According to both second and third embodiments, since the front support frame 25 serves also as a part (panel) of the partition wall 24, the area of the partition wall can be made smaller. Therefore, in case of forming the partition wall 24 with use of plural divided panels as described above, it is possible to attain a further reduction of cost and improvement of the assembling work efficiency because the number of panels and the panel area are decreased.
The present invention is applicable also to the case where the radiator 13a, oil cooler 13b and inter-cooler 13c as cooler elements, i.e, cooling devices are arranged side by side in the transverse direction. In this case, when the cooler elements are supported by a single cooler frame as a common cooler frame, a front support frame of the cooler frame and the partition wall may be connected together as in the embodiment just described above.
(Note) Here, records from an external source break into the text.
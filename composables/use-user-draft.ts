import type { Role } from '#shared/domain/access/roles'
import type { UserView } from '#shared/types/views'

/** An account as it is being filled in. */
export interface UserDraft {
  name: string
  role: Role | null
  maySign: boolean
  guidanceLead: boolean
  practiceIds: string[]
}

export const emptyUserDraft: UserDraft = { name: '', role: null, maySign: false, guidanceLead: false, practiceIds: [] }

/** The account as it is, to change from. */
export function draftOf(user: UserView): UserDraft {
  return { name: user.name, role: user.role, maySign: user.maySign, guidanceLead: user.guidanceLead, practiceIds: user.practices.map(practice => practice.id) }
}

/** What a change takes away or gives, said before it is made. */
export function changeWords(before: UserView, after: UserDraft): string | null {
  const practices = before.practices.map(practice => practice.id).sort().join() !== [...after.practiceIds].sort().join()
  const rights = before.role !== after.role || before.maySign !== after.maySign || before.guidanceLead !== after.guidanceLead
  if (!practices && !rights) return null
  return 'This takes effect at once: wherever the person is signed in, they are signed out and must sign in again.'
}
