// Switches that make the server misbehave, set at /__control.
import { setTimeout as sleep } from 'node:timers/promises'

/** Answers for a whole request, or `null` to go on as usual. */
const faults = {
  delay: async ({ fault }) => { await sleep(fault.delayMs ?? 1000, undefined, { ref: false }) },
  hang: ({ request, response }) => new Promise((resolve) => {
    const done = () => resolve('answered')
    request.socket.once('close', done)
    response.once('close', done)
  }),
  unreachable: ({ request }) => {
    request.socket.destroy()
    return 'answered'
  },
  html200: ({ respond }) => respond(200, '<!doctype html><title>Sign in</title><p>Your session has ended.', { 'content-type': 'text/html' }),
  notFhir: ({ respond }) => respond(404, 'Not found', { 'content-type': 'text/plain' }),
  truncatedJson: ({ respond }) => respond(200, '{"resourceType":"Bundle","type":"searchset","entry":[{"resource":{"resourceType":"Obser'),
  malformedJson: ({ respond }) => respond(200, '{"resourceType":"Bundle",,}'),
  emptyBody: ({ respond }) => respond(200, ''),
  huge: ({ respond }) => respond(200, `{"resourceType":"Bundle","type":"searchset","note":"${'x'.repeat(6 * 1024 * 1024)}"}`),
  deep: ({ respond }) => respond(200, `{"resourceType":"Bundle","type":"searchset","entry":${'['.repeat(100_000)}${']'.repeat(100_000)}}`),
  redirect: ({ respond, fault }) => respond(302, '', { location: fault.location ?? 'http://127.0.0.1:9/' }),
  retryAfterSeconds: ({ outcome, fault }) => outcome(429, 'throttled', 'Too many requests', { 'retry-after': String(fault.seconds ?? 1) }),
  retryAfterDate: ({ outcome, fault }) => outcome(429, 'throttled', 'Too many requests', {
    'retry-after': new Date(Math.ceil(Date.now() / 1000) * 1000 + (fault.seconds ?? 1) * 1000).toUTCString(),
  }),
}

const statusFaults = {
  400: 'invalid', 401: 'login', 403: 'forbidden', 404: 'not-found', 410: 'deleted', 412: 'conflict', 429: 'throttled',
  500: 'exception', 501: 'not-supported', 502: 'transient', 503: 'transient', 504: 'timeout',
}

/** How a page of results is put together differently; see paging.mjs. */
export const quirkNames = [
  'ignoreSort', 'relativeNext', 'foreignNext', 'loopNext', 'smallPages', 'rowOfAnotherPatient', 'ignoreFilters', 'emptyPages', 'expirePages',
  'repeatRows', 'outcomeEntry', 'incompleteEntry', 'noTotal', 'numberAsString', 'unknownExtensions', 'lenient', 'ignorePostBody',
]

export class Switches {
  faults = []
  quirks = {}

  /** Sets one fault, sets quirks, or `{ "reset": true }`. */
  set(body) {
    if (body.reset) {
      this.faults = []
      this.quirks = {}
    }
    for (const [name, value] of Object.entries(body.quirks ?? {})) {
      if (!quirkNames.includes(name)) throw new Error(`Unknown quirk ${name}`)
      this.quirks[name] = value
    }
    if (body.fault === undefined) return
    const name = String(body.fault)
    if (!(name in faults) && !(name in statusFaults) && name !== 'expiredToken') throw new Error(`Unknown fault ${name}`)
    this.faults.push({ ...body, fault: name, left: body.count ?? Number.POSITIVE_INFINITY, passed: 0 })
  }

  /** The fault that a request meets: the first whose pattern fits, after `skip` requests, while its count lasts. */
  take(address) {
    const fault = this.faults.find(entry => entry.left > 0 && (entry.pattern === undefined || new RegExp(entry.pattern).test(address)))
    if (!fault) return null
    fault.passed += 1
    if (fault.passed <= (fault.skip ?? 0)) return null
    fault.left -= 1
    return fault
  }
}

/** @returns {Promise<'answered' | null>} whether the request has been dealt with */
export async function misbehave(fault, tools) {
  if (fault.fault in statusFaults) return tools.outcome(Number(fault.fault), statusFaults[fault.fault], 'Set at the control address')
  return await faults[fault.fault]({ ...tools, fault }) ?? null
}
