describe('preparation', () => {
  it('lists an approved exam under what it still needs, until it is marked', async () => {
    const request = await approved()
    const ctx = () => department.as(department.people.scheduler)
    const before = await listPreparation({ ctx: ctx(), input: { tab: 'iv-start', limit: 50 } })
    expect(before.rows.find(row => row.id === request.id)?.needs.map(need => need.kind)).toContain('iv-start')
    await markNeed({ ctx: ctx(), input: { id: request.id, kind: 'iv-start', state: 'met', note: '' } })
    const after = await listPreparation({ ctx: ctx(), input: { tab: 'iv-start', limit: 50 } })
    expect(after.rows.map(row => row.id)).not.toContain(request.id)
  })

  it('books a slot and queues the patient\'s letter in the same step', async () => {
    const request = await booked()
    expect(request.state).toBe('booked')
    const [letter] = await department.db.select().from(letters).where(eq(letters.requestId, request.id))
    expect(letter).toMatchObject({ kind: 'before', state: 'queued', toAddress: 'marta@example.org', detailed: false })
    expect(letter?.content.title).toContain('contrast')
    await release(request)
  })

  it('never gives one scanner\'s time to two exams', async () => {
    const [first, second] = [await approved(), await approved()]
    const startsAt = new Date(Date.now() + 90 * 3_600_000).toISOString()
    const book = (request: { id: string, version: number }) =>
      bookExam({ ctx: department.as(department.people.scheduler), input: { id: request.id, version: request.version, scannerId: department.scanner, startsAt, minutes: 40 } })
    const results = await Promise.allSettled([book(first), book(second)])
    expect(results.filter(result => result.status === 'fulfilled')).toHaveLength(1)
  })

  it('refuses a time that has passed and a transition out of turn', async () => {
    const request = await sent()
    const input = { id: request.id, version: request.version, scannerId: department.scanner, minutes: 40 }
    await expect(bookExam({ ctx: department.as(department.people.scheduler), input: { ...input, startsAt: tomorrow() } })).rejects.toBeInstanceOf(StateConflict)
    await expect(bookExam({ ctx: department.as(department.people.scheduler), input: { ...input, startsAt: '2020-01-01T10:00:00Z' } })).rejects.toBeInstanceOf(Invalid)
  })

  it('records what was given, keeps corrections beside it and feeds the patient\'s next assessment', async () => {
    const request = await booked(new Date(Date.now() + 50 * 3_600_000).toISOString())
    const given = {
      contrast: 'iv-with-and-without', agent: 'gadobutrol', volumeMl: 7.4, lot: 'L1', givenAt: new Date().toISOString(), differsCause: null, differsReason: '',
      reaction: 'none', reactionDetail: '', extravasation: false,
    } as const
    const done = await recordGiven({ ctx: department.as(department.people.scheduler), input: { ...request, ...given } })
    expect(done.state).toBe('done')
    const corrected = await recordGiven({ ctx: department.as(department.people.scheduler), input: { ...done, ...given, volumeMl: 7 } })
    expect(corrected.state).toBe('done')
    const rows = await department.db.select().from(administrations).where(eq(administrations.requestId, request.id)).orderBy(administrations.recordedAt)
    expect(rows).toHaveLength(2)
    expect(rows[1]?.correctsId).toBe(rows[0]?.id)
    const [stored] = await department.db.select().from(requests).where(eq(requests.id, request.id))
    const next = await department.makeDraft({ patientId: stored?.patientId })
    const view = await viewRequest({ ctx: department.as(department.people.orderer), input: { id: next } })
    expect(view.ledger.map(dose => [dose.agent, dose.amountMmol])).toEqual([['gadobutrol', 7]])
    const [after] = await department.db.select().from(letters).where(eq(letters.requestId, request.id)).orderBy(desc(letters.queuedAt)).limit(1)
    expect(after?.kind).toBe('after')
  })

  it('asks why when something else was given than signed', async () => {
    const request = await booked(new Date(Date.now() + 60 * 3_600_000).toISOString())
    const input = {
      ...request, contrast: 'none', agent: null, volumeMl: null, lot: '', givenAt: new Date().toISOString(), differsCause: null, differsReason: '', reaction: 'none', reactionDetail: '', extravasation: false,
    } as const
    const error = await recordGiven({ ctx: department.as(department.people.scheduler), input }).catch((caught: unknown) => caught)
    expect(error instanceof Invalid && error.problems).toEqual([expect.objectContaining({ path: 'differsCause' })])
    await recordGiven({ ctx: department.as(department.people.scheduler), input: { ...input, differsCause: 'iv-failed', differsReason: 'CANARY for staff only' } })
    const [letter] = await department.db.select().from(letters).where(and(eq(letters.requestId, request.id), eq(letters.kind, 'after')))
    expect(JSON.stringify(letter?.content)).toContain('We could not place the small tube')
    expect(JSON.stringify(letter?.content)).not.toContain('CANARY')
  })
})

describe('withdrawing', () => {
  it('frees the slot and calls back a letter that has not gone out', async () => {
    const request = await booked(new Date(Date.now() + 70 * 3_600_000).toISOString())
    const result = await withdrawRequest({ ctx: department.as(department.people.orderer), input: { ...request, reason: 'Seen elsewhere.' } })
    expect(result.state).toBe('withdrawn')
    const [row] = await department.db.select().from(requests).where(eq(requests.id, request.id))
    expect(row).toMatchObject({ slotStartsAt: null, scannerId: null })
    const states = await department.db.select({ state: letters.state }).from(letters).where(eq(letters.requestId, request.id))
    expect(states).toEqual([{ state: 'cancelled' }])
  })

  it('and approving at once ends in one of the two, never both', async () => {
    const request = await sent()
    const results = await Promise.allSettled([
      withdrawRequest({ ctx: department.as(department.people.orderer), input: { ...request, reason: 'No longer needed.' } }),
      approveRequest({ ctx: department.as(department.people.radiologist), input: { ...request, ...approval } }),
    ])
    expect(results.filter(result => result.status === 'fulfilled')).toHaveLength(1)
  })
})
In the case where the cooler elements are supported by separate cooler frames, a front support frame in one of them (e.g., a cooler frame for radiator) and the partition wall may be connected together.
The present invention is also applicable in the same manner as above to a working machine wherein a cooler is disposed on the right side of the engine room and a partition wall is provided on the right side of the rear portion of the upper frame.
Although the invention has been described with reference to the preferred embodiments in the attached figures, it is noted that the invention can be modified only within the limits of the claims.
On the premise that a partition wall for defining an engine room is provided on the left side of a rear portion of an upper frame the partition wall constituting an upper rotating body and that an engine and a cooler are disposed in the engine room, a front support frame which supports a front portion of the cooler is connected to a rear surface of the partition wall in a state of surface abutment against the rear surface, whereby the support frame also serves as a support pillar for the partition wall, the partition wall also serves as a stay for the prevention of transverse vibration of the support frame, and the use of a sealing member for filling up a gap between the partition wall and the support frame can be omitted.

Claims

A working machine comprising:
a lower traveling body (1);

an upper rotating body (2) mounted on said lower traveling body (1);

a partition wall (24) provided in the transverse direction of a body of the machine in a rear portion of an upper frame (8), said partition wall (24) constituting said upper rotating body (2) to define an engine room (9) behind said partition wall (24);

an engine (10) and a cooler (13) both disposed in said engine room (9); and

a support frame (25) for supporting a front portion of said cooler (13),

characterized in that

said support frame (25) is connected to said partition wall (24) in a state in which the support frame (25) also serves as a support pillar for supporting the partition wall (24).
The working machine according to claim 1, wherein said support frame (25) and said partition wall (24) are connected together in a mutually contacted state in the longitudinal direction of the machine body.
The working machine according to claim 1, wherein said support frame (25) and said partition wall (24) are connected together in a continuous state in the transverse direction of the machine body.
The working machine according to claim 1, wherein said cooler (13) comprises plural kinds of cooling devices (13a, 13b, 13c), said plural kinds of cooling devices (13a, 13b, 13c) being arranged longitudinally within a common cooler frame (23) and said support frame (25) disposed in a front portion of said cooler frame (23) and said partition wall (24) being connected with each other.